> [EXERCISE REQUIREMENTS]: Only lines with the word "columns" are wanted; copy each of them from the listing below.

> [THE DATA]:
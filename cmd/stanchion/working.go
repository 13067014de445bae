package main

import (
	"context"
	"fmt"

	"github.com/spf13/cobra"

	"stanchion/design"
	"stanchion/design/search"
	"stanchion/schedule"
	"stanchion/schedule/calcsheet"
	"stanchion/schedule/summary"
)

func workingCommand(con *console) *cobra.Command {
	var f runFlags
	c := &cobra.Command{
		Use:   "working FILE MARK...",
		Short: "show how columns were designed, step by step",
		Long: "Designs a column schedule as `size` does and prints the working of the columns with these marks:\n" +
			"every step from section to utilisation with symbols, numbers, units and clauses, so that someone\n" +
			"with a pocket calculator can follow it. A mark that stands for several lengths prints them all.\n\n" +
			settingsHelp() + "\n\n" + exitStatuses + "\n\n" + cautionHelp,
		Example: `  stanchion working examples/ottermere-depot.xlsx A1-01
  stanchion working loads.csv C12 C13 > checked.txt
  stanchion working loads.xlsx C12 --set national=EN`,
		Args: fileAndMarks,
		RunE: func(c *cobra.Command, args []string) error {
			return newRun(con, c, &f, args[0], search.Size).working(c.Context(), args[1:])
		},
	}
	f.bindReading(c)
	return c
}

// fileAndMarks takes a schedule and at least one mark.
func fileAndMarks(c *cobra.Command, args []string) error {
	switch len(args) {
	case 0:
		return usage(c, "no schedule: name the file and the marks to show")
	case 1:
		return usage(c, "no mark: name the columns of %s to show", args[0])
	}
	return nil
}

// pick keeps the members, and knows those with chosen marks: all where no
// marks are given.
type pick struct {
	workings
	marks   []string
	members []int // the chosen ones
}

func (p *pick) put(m *schedule.Member, res *design.Result) error {
	if len(p.marks) == 0 || marked(m, p.marks) {
		p.members = append(p.members, len(p.lines))
	}
	p.lines = append(p.lines, summary.Line{Member: m, Result: *res})
	return nil
}

func (p *pick) finish(context.Context) error { return nil }

// picked designs the schedule and returns the members with these marks.
func (r *run) picked(ctx context.Context, marks []string) (*pick, error) {
	if err := r.flags.check(r.cmd); err != nil {
		return nil, err
	}
	if err := r.read(ctx); err != nil {
		return nil, err
	}
	defer r.source.Close()
	p := &pick{marks: marks}
	r.out, r.tally = &outputs{sinks: []sink{p}}, newTally(r)
	if err := r.design(ctx); err != nil {
		return nil, err
	}
	if err := p.missing(r.input, marks); err != nil {
		return nil, err
	}
	p.again(r)
	return p, nil
}

// working prints the working of the members with these marks.
func (r *run) working(ctx context.Context, marks []string) error {
	p, err := r.picked(ctx, marks)
	if err != nil {
		return err
	}
	var count [4]int
	for _, i := range p.members {
		count[p.lines[i].Result.Status]++
		sheet, err := p.sheet(i)
		if err != nil {
			r.con.fail(err)
			continue
		}
		if err := calcsheet.Text(r.con.out, sheet); err != nil {
			return err
		}
		if _, err := fmt.Fprintln(r.con.out); err != nil {
			return err
		}
	}
	return verdict(&count)
}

> [RESPONSE TO THIS EXERCISE]:
		Short: "show how columns were designed, step by step",
		Long: "Designs a column schedule as `size` does and prints the working of the columns with these marks:\n" +
		return usage(c, "no mark: name the columns of %s to show", args[0])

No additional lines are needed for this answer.